We noticed that our internal predecessors of DALL·E 2 sometimes reproduced training images verbatim. This behavior was undesirable, as we would like DALL·E 2 to create unique and original images by default and not simply “stitch” pieces of existing images together. Additionally, reproducing training images verbatim may raise legal issues of copyright infringement, property, and privacy (if photos of individuals were present in the training data).
To better understand the issue of image regurgitation, we collected a data set of prompts that frequently resulted in duplicate images. To do this, we use a model trained to sample images for 50,000 indications from our training dataset and rank the samples by perceptual similarity to the corresponding training image. Finally, we inspected the top matches by hand and found only a few hundred true duplicate pairs out of the 50,000 total notices. Although the regurgitation rate appeared to be less than 1%, we felt that it was necessary to reduce the rate to 0 for the reasons stated above.

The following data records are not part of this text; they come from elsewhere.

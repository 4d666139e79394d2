import type { QueryClient } from '@tanstack/react-query';
import type { RouteObject } from 'react-router-dom';
import { lazyPage } from '../../lib/lazy-page.ts';
import type { PageModule } from '../../lib/lazy-page.ts';

/** The addresses of people: those of one's own account, of notices, and the registrars'. */
const PAGES: Readonly<Record<string, () => Promise<PageModule>>> = {
  '/sign-up': () => import('./sign-up-page.tsx'),
  '/sign-in': () => import('./sign-in-page.tsx'),
  '/confirm': () => import('./confirm-page.tsx'),
  '/password/forgotten': () => import('./password-forgotten-page.tsx'),
  '/password/new': () => import('./new-password-page.tsx'),
  '/account': () => import('./account-page.tsx'),
  '/account/closed': () => import('./account-closed-page.tsx'),
  '/unsubscribe/:token': () => import('./unsubscribe-page.tsx'),
  '/notices': () => import('../notices/notices-page.tsx'),
  '/registrar': () => import('../registrar/registrar-page.tsx'),
  '/registrar/members': () => import('../registrar/members-page.tsx'),
  '/registrar/members/:id': () => import('../registrar/member-page.tsx'),
  '/registrar/audit': () => import('../registrar/audit-page.tsx'),
  '/post': () => import('../post/post-page.tsx'),
  '/post/:id': () => import('../post/letter-page.tsx'),
};

export function peopleRoutes(queryClient: QueryClient): RouteObject[] {
  return Object.entries(PAGES).map(([path, load]) => ({ path, lazy: lazyPage(load, queryClient) }));
}
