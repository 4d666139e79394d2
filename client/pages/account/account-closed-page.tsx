import { FormPage } from '../../features/people/form-page.tsx';
import { Outcome } from '../../features/people/outcome.tsx';
import { paths } from '../../lib/paths.ts';
import { ButtonLink } from '../../ui/button.tsx';

export function Component() {
  return (
    <FormPage title="Your account is closed">
      <Outcome title="It is done" action={<ButtonLink to={paths.catalogue()}>Open the catalogue</ButtonLink>}>
        <p>What was yours alone is gone. What you entered for everybody stays, under “a former member”. A last letter says so.</p>
      </Outcome>
    </FormPage>
  );
}
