import { useState } from 'react';
import { Link } from 'react-router-dom';
import { forgotPassword } from '#contract/accounts.ts';
import { AddressText } from '../../features/people/address-text.tsx';
import { FormPage } from '../../features/people/form-page.tsx';
import { FormTrouble } from '../../features/people/form-trouble.tsx';
import { Outcome } from '../../features/people/outcome.tsx';
import { call } from '../../lib/call.ts';
import { paths } from '../../lib/paths.ts';
import { useContractForm } from '../../lib/use-contract-form.ts';
import { Button } from '../../ui/button.tsx';
import { TextField } from '../../ui/text-field.tsx';

export function Component() {
  const [sentTo, setSentTo] = useState<string | null>(null);
  const form = useContractForm({
    schema: forgotPassword.body,
    fields: { email: 'E-mail address' },
    send: (body) => call(forgotPassword, { body }),
    onDone: (_answer, { email }) => setSentTo(email),
  });
  return (
    <FormPage
      title="Set a new password"
      aside={
        <p>
          It came back to you? <Link to={paths.signIn()}>Sign in</Link>.
        </p>
      }
    >
      {sentTo === null ? (
        <form {...form.form} className="max-w-[460px]">
          <p className="mb-5">We send a link to your address, with which you set a new one.</p>
          <FormTrouble form={form} title="No letter was sent" />
          <TextField {...form.field('email')} type="email" label="E-mail address" autoComplete="username" spellCheck={false} />
          <Button type="submit" weight="primary" disabled={form.busy} className="mt-2">
            Send the link
          </Button>
        </form>
      ) : (
        <Outcome title="A letter is on its way">
          <p>
            We wrote to <AddressText email={sentTo} />. The link in the letter works once, within an hour.
          </p>
          <p>Nothing there after a few minutes? Look among unwanted letters, then ask once more.</p>
        </Outcome>
      )}
    </FormPage>
  );
}
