import { useState } from 'react';
import { useSearchParams } from 'react-router-dom';
import { resetPassword } from '#contract/accounts.ts';
import { DeadLink, isDeadLink } from '../../features/people/dead-link.tsx';
import { FormPage } from '../../features/people/form-page.tsx';
import { FormTrouble } from '../../features/people/form-trouble.tsx';
import { NEW_PASSWORD_HINT } from '../../features/people/new-password-hint.ts';
import { Outcome } from '../../features/people/outcome.tsx';
import { PasswordField } from '../../features/people/password-field.tsx';
import { call } from '../../lib/call.ts';
import { paths } from '../../lib/paths.ts';
import { useContractForm } from '../../lib/use-contract-form.ts';
import { Button, ButtonLink } from '../../ui/button.tsx';

const NewPasswordForm = resetPassword.body.pick({ password: true });

export function Component() {
  const token = useSearchParams()[0].get('token') ?? '';
  const [done, setDone] = useState(false);
  const form = useContractForm({
    schema: NewPasswordForm,
    fields: { password: 'Password' },
    send: ({ password }) => call(resetPassword, { body: { token, password } }),
    onDone: () => setDone(true),
  });
  return (
    <FormPage title="Choose a new password">
      {done ? (
        <Outcome title="The new password is set" action={<ButtonLink weight="primary" to={paths.signIn()}>Sign in</ButtonLink>}>
          <p>Every session of yours has ended. Sign in with the new password.</p>
        </Outcome>
      ) : token === '' || isDeadLink(form.act.error) ? (
        <DeadLink lasts="an hour" action={<ButtonLink to={paths.passwordForgotten()}>Ask for a new link</ButtonLink>} />
      ) : (
        <form {...form.form} className="max-w-[460px]">
          <FormTrouble form={form} title="The password was not set" />
          <PasswordField {...form.field('password')} label="New password" autoComplete="new-password" hint={NEW_PASSWORD_HINT} />
          <Button type="submit" weight="primary" disabled={form.busy} className="mt-2">
            Set the password
          </Button>
        </form>
      )}
    </FormPage>
  );
}
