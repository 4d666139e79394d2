import { useMutation } from '@tanstack/react-query';
import { useParams } from 'react-router-dom';
import { unsubscribe } from '#contract/notices.ts';
import { NOTICE_NAMES } from '../../features/notices/notice-words.ts';
import { isDeadLink } from '../../features/people/dead-link.tsx';
import { FormPage } from '../../features/people/form-page.tsx';
import { Outcome } from '../../features/people/outcome.tsx';
import { call } from '../../lib/call.ts';
import { paths } from '../../lib/paths.ts';
import { ProblemError } from '../../lib/problem-error.ts';
import { Button, ButtonLink } from '../../ui/button.tsx';
import { FailureNote } from '../../ui/failure-note.tsx';

/** Stops letters of one kind, by a press and without signing in. */
export function Component() {
  const { token = '' } = useParams();
  const stop = useMutation({ mutationFn: () => call(unsubscribe, { params: { token } }) });
  const dead = isDeadLink(stop.error) || (stop.error instanceof ProblemError && stop.error.kind === 'not-found');
  return (
    <FormPage title="Fewer letters">
      {stop.isSuccess ? (
        <Outcome title="These letters have stopped" action={<ButtonLink to={paths.account('notices')}>Choose which come</ButtonLink>}>
          <p>No more letters come about {NOTICE_NAMES[stop.data.kind]}. The notices still stand in the register when you sign in.</p>
        </Outcome>
      ) : dead ? (
        <div role="alert" className="max-w-measure border-l-4 border-scale bg-bed px-4 py-3">
          <p className="font-semibold text-scale">This link is none of ours</p>
          <p>It was cut short, or its account is closed. Signed in, you choose on your account’s page which letters come.</p>
          <div className="mt-4 mb-1">
            <ButtonLink to={paths.account('notices')}>Choose which come</ButtonLink>
          </div>
        </div>
      ) : (
        <div className="max-w-measure space-y-6">
          <p>You came here by a letter of ours. Press, and letters of its kind stop. It can be undone on your account’s page.</p>
          {stop.error !== null && <FailureNote error={stop.error} onAgain={() => stop.mutate()} />}
          <Button weight="primary" disabled={stop.isPending} onClick={() => stop.mutate()}>
            Stop these letters
          </Button>
        </div>
      )}
    </FormPage>
  );
}
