"""What an installation offers: names, version, links, types, licence."""

from __future__ import annotations

import importlib.metadata
import subprocess
import sys
import tomllib
from pathlib import Path

import polewright
import pytest

ROOT = Path(__file__).resolve().parents[1]
PROJECT = tomllib.loads((ROOT / "pyproject.toml").read_text(encoding="utf-8"))


@pytest.mark.parametrize("name", polewright.__all__)
def test_every_public_name_is_there(name: str) -> None:
    assert name in dir(polewright)
    assert getattr(polewright, name) is not None


def test_a_name_that_is_not_there_says_so() -> None:
    with pytest.raises(AttributeError, match="no attribute 'nonsense'"):
        _ = polewright.nonsense


def test_importing_the_package_loads_nothing_heavy() -> None:
    code = "import sys, polewright; print(*sorted({name.split('.')[0] for name in sys.modules}))"
    done = subprocess.run(
        [sys.executable, "-c", code],
        env={"PYTHONPATH": str(ROOT / ".ci" / "path")},
        capture_output=True,
        text=True,
        timeout=60,
        check=True,
    )
    heavy = {"numpy", "scipy", "jax", "optax", "pymoo", "h5py", "pydantic", "matplotlib", "plotly", "click", "rich"}
    assert set(done.stdout.split()) & heavy == set()


def test_tracebacks_show_real_paths() -> None:
    assert list(polewright.__path__) == [str(Path(polewright.__file__).resolve().parent)]


def test_the_links_lead_to_what_a_wheel_holds() -> None:
    links = ROOT / ".ci" / "path" / "polewright"
    if not links.exists():
        pytest.skip("an unpacked source archive has no links: it is tested as installed")
    held = set(PROJECT["tool"]["hatch"]["build"]["targets"]["wheel"]["only-include"])
    found = [path for path in links.iterdir() if path.name != "__pycache__"]
    assert {link.name for link in found} == held
    for link in found:
        assert link.resolve() == ROOT / link.name
        assert not link.readlink().is_absolute()


def test_the_version_stands_in_one_place() -> None:
    assert PROJECT["project"]["dynamic"] == ["version"]
    assert PROJECT["tool"]["hatch"]["version"]["path"] == "__init__.py"
    try:
        installed = importlib.metadata.version("polewright")
    except importlib.metadata.PackageNotFoundError:
        pytest.skip("run from the sources, not from an installation")
    assert installed == polewright.__version__


def test_the_licence_is_whole() -> None:
    text = (ROOT / "LICENSE").read_text(encoding="utf-8")
    assert "Apache License" in text
    assert "END OF TERMS AND CONDITIONS" in text
    assert PROJECT["project"]["license"] == "Apache-2.0"


def test_the_readme_holds_the_two_commands() -> None:
    lines = (ROOT / "README.md").read_text(encoding="utf-8").splitlines()
    assert [line for line in lines if line.startswith("python3 -m venv")] == [
        "python3 -m venv .venv && .venv/bin/pip install . && .venv/bin/polewright demo",
        "python3 -m venv .venv && .venv/bin/pip install -e '.[test]' && .venv/bin/pytest",
    ]
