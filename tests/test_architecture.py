"""The rules of the house that a machine can check: directions of import, adapters, sizes, words, what a start loads."""

from __future__ import annotations

import ast
import os
import subprocess
import sys
from collections.abc import Iterator
from pathlib import Path

import pytest

ROOT = Path(__file__).resolve().parents[1]
FOLDERS = ("models", "objectives", "optimizer", "runs")
SOURCES = [ROOT / "__init__.py", *sorted(path for folder in FOLDERS for path in (ROOT / folder).rglob("*.py"))]
TREES = {path: ast.parse(path.read_text(encoding="utf-8")) for path in SOURCES}
LONGEST_FILE = 400
LONGEST_BODY = 60
# A formula is one idea however long it is; each is named with its reason.
LONG_FORMULAS: dict[str, str] = {}
HEAVY = {"numpy", "scipy", "jax", "optax", "pymoo", "h5py", "pydantic", "rich", "matplotlib", "plotly"}

Function = ast.FunctionDef | ast.AsyncFunctionDef


def name_of(path: Path) -> str:
    """Return a file's name as it stands in the repository."""
    return path.relative_to(ROOT).as_posix()


def imported(path: Path) -> Iterator[tuple[int, str]]:
    """Yield the line and the absolute name of every module that a file imports, within functions too."""
    package = ("polewright", *path.relative_to(ROOT).parent.parts)
    for node in ast.walk(TREES[path]):
        if isinstance(node, ast.Import):
            for alias in node.names:
                yield node.lineno, alias.name
        elif isinstance(node, ast.ImportFrom):
            base = package[: len(package) - node.level + 1] if node.level else ()
            module = ".".join([*base, *([node.module] if node.module else [])])
            if node.module is None:
                for alias in node.names:
                    yield node.lineno, f"{module}.{alias.name}"
            else:
                yield node.lineno, module


def functions(tree: ast.AST) -> Iterator[Function]:
    """Yield every function and method, nested ones too."""
    for node in ast.walk(tree):
        if isinstance(node, ast.FunctionDef | ast.AsyncFunctionDef):
            yield node


def body_length(function: Function) -> int:
    """Return the lines of a function's body, its docstring aside."""
    body = function.body[1:] if ast.get_docstring(function) else function.body
    return (body[-1].end_lineno or 0) - body[0].lineno + 1 if body else 0


def public_definitions(tree: ast.Module) -> Iterator[Function | ast.ClassDef]:
    """Yield the public functions and classes of a module, and the public methods of those classes."""
    for node in tree.body:
        if isinstance(node, Function | ast.ClassDef) and not node.name.startswith("_"):
            yield node
            if isinstance(node, ast.ClassDef):
                for inner in node.body:
                    if isinstance(inner, Function) and not inner.name.startswith("_"):
                        yield inner


@pytest.mark.parametrize("folder", FOLDERS)
def test_imports_point_one_way(folder: str) -> None:
    allowed = FOLDERS[: FOLDERS.index(folder) + 1]
    wrong = [
        f"{name_of(path)}:{line} imports {module}"
        for path in SOURCES
        if name_of(path).startswith(folder + "/")
        for line, module in imported(path)
        if module.startswith("polewright.") and module.split(".")[1] not in (*allowed, "__version__")
    ]
    assert wrong == []


def test_the_package_imports_itself_relatively() -> None:
    wrong = [
        f"{name_of(path)}:{node.lineno}"
        for path, tree in TREES.items()
        for node in ast.walk(tree)
        if (isinstance(node, ast.ImportFrom) and node.level == 0 and (node.module or "").split(".")[0] == "polewright")
        or (isinstance(node, ast.Import) and any(alias.name.split(".")[0] == "polewright" for alias in node.names))
    ]
    assert wrong == []


@pytest.mark.parametrize(("library", "home"), [("pymoo", "optimizer"), ("h5py", "runs"), ("plotly", "runs")])
def test_one_file_alone_talks_to(library: str, home: str) -> None:
    users = sorted(
        {name_of(path) for path in SOURCES for _, module in imported(path) if module.split(".")[0] == library}
    )
    assert len(users) <= 1
    assert all(user.startswith(home + "/") for user in users)


@pytest.mark.parametrize("library", ["pydantic", "click", "rich", "matplotlib"])
def test_only_runs_talks_to(library: str) -> None:
    users = {name_of(path) for path in SOURCES for _, module in imported(path) if module.split(".")[0] == library}
    assert all(user.startswith("runs/") for user in users)


def test_no_file_pickles_or_reaches_for_the_network() -> None:
    banned = {"pickle", "dill", "cloudpickle", "marshal", "shelve", "socket", "urllib", "http", "requests"}
    users = {
        f"{name_of(path)} imports {module}"
        for path in SOURCES
        for _, module in imported(path)
        if module.split(".")[0] in banned
    }
    assert users == set()


def test_files_are_of_one_idea() -> None:
    lengths = {name_of(path): len(path.read_text(encoding="utf-8").splitlines()) for path in SOURCES}
    assert {name: length for name, length in lengths.items() if length > LONGEST_FILE} == {}


def test_function_bodies_are_short() -> None:
    long = {
        f"{name_of(path)}:{function.name}": body_length(function)
        for path, tree in TREES.items()
        for function in functions(tree)
        if body_length(function) > LONGEST_BODY
    }
    assert {name: length for name, length in long.items() if name not in LONG_FORMULAS} == {}
    assert set(LONG_FORMULAS) <= set(long)


def test_everything_public_is_described() -> None:
    silent = [name_of(path) for path, tree in TREES.items() if not ast.get_docstring(tree)]
    silent += [
        f"{name_of(path)}:{node.lineno} {node.name}"
        for path, tree in TREES.items()
        for node in public_definitions(tree)
        if not ast.get_docstring(node)
    ]
    assert silent == []


def test_every_function_is_annotated() -> None:
    bare = []
    for path, tree in TREES.items():
        for function in functions(tree):
            spec = function.args
            named = [*spec.posonlyargs, *spec.args, *spec.kwonlyargs, spec.vararg, spec.kwarg]
            missing = [arg for arg in named if arg and arg.annotation is None and arg.arg not in ("self", "cls")]
            if missing or function.returns is None:
                bare.append(f"{name_of(path)}:{function.lineno} {function.name}")
    assert bare == []


def test_nothing_asserts_or_catches_everything_bare() -> None:
    wrong = [
        f"{name_of(path)}:{node.lineno}"
        for path, tree in TREES.items()
        for node in ast.walk(tree)
        if isinstance(node, ast.Assert) or (isinstance(node, ast.ExceptHandler) and node.type is None)
    ]
    assert wrong == []


def test_the_top_level_holds_the_agreed_entries_alone() -> None:
    agreed = {*FOLDERS, "tests", "__init__.py", "py.typed", "LICENSE", "README.md", "DEVELOPERS.md", "pyproject.toml"}
    agreed |= {".ci", ".gitignore", ".gitattributes", ".github", ".assets", ".pre-commit-config.yaml", "CITATION.cff"}
    ignored = {".git", ".venv", "uv.lock", "dist", "build", "__pycache__", "PKG-INFO"}
    ignored |= {".mypy_cache", ".pytest_cache", ".ruff_cache", ".hypothesis"}
    assert {path.name for path in ROOT.iterdir()} - agreed - ignored == set()


def loaded_by(*arguments: str) -> set[str]:
    """Return the top-level modules that a command line imports, in a process of its own."""
    done = subprocess.run(
        [sys.executable, "-X", "importtime", "-m", "polewright.runs", *arguments],
        env={**os.environ, "PYTHONPATH": str(ROOT / ".ci" / "path")},
        capture_output=True,
        text=True,
        timeout=120,
        check=True,
    )
    lines = [line for line in done.stderr.splitlines() if line.startswith("import time:")]
    return {line.rpartition("|")[2].strip().split(".")[0] for line in lines}


def test_help_loads_nothing_heavy() -> None:
    loaded = loaded_by("--help")
    assert "click" in loaded
    assert loaded & HEAVY == set()


@pytest.mark.parametrize("command", ["schema", "example"])
def test_spec_commands_load_no_engine(command: str) -> None:
    assert loaded_by("spec", command) & {"jax", "pymoo", "matplotlib", "plotly"} == set()


def test_checking_a_spec_loads_no_engine() -> None:
    spec = ROOT / "runs" / "examples" / "hatch.toml"
    assert loaded_by("spec", "check", str(spec)) & {"jax", "optax", "pymoo", "matplotlib", "plotly", "h5py"} == set()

When we studied our data set of regurgitated images, we noticed two patterns. First, the images were almost all simple vector graphics, which were probably easy to memorize due to their low information content. Second, and more importantly, all the images had many near duplicates in the training dataset. For example, there might be a vector graph that looks like a clock showing 1 o’clock, but then we would discover a training sample containing the same clock showing 2 o’clock, then 3 o’clock, etc. Once we realized this, we used a distributed nearest neighbor search to verify that, in fact, all regurgitated images had perceptually similar duplicates in the data set. Other plays have observed a similar phenomenon in large language models, finding that data duplication is strongly linked to memorization.
The above finding suggested that if we deduplicate our data set, we could solve the regurgitation problem. To accomplish this, we plan to use a neural network to identify groups of images that look alike, and then remove all but one image from each group.[^footnote-2]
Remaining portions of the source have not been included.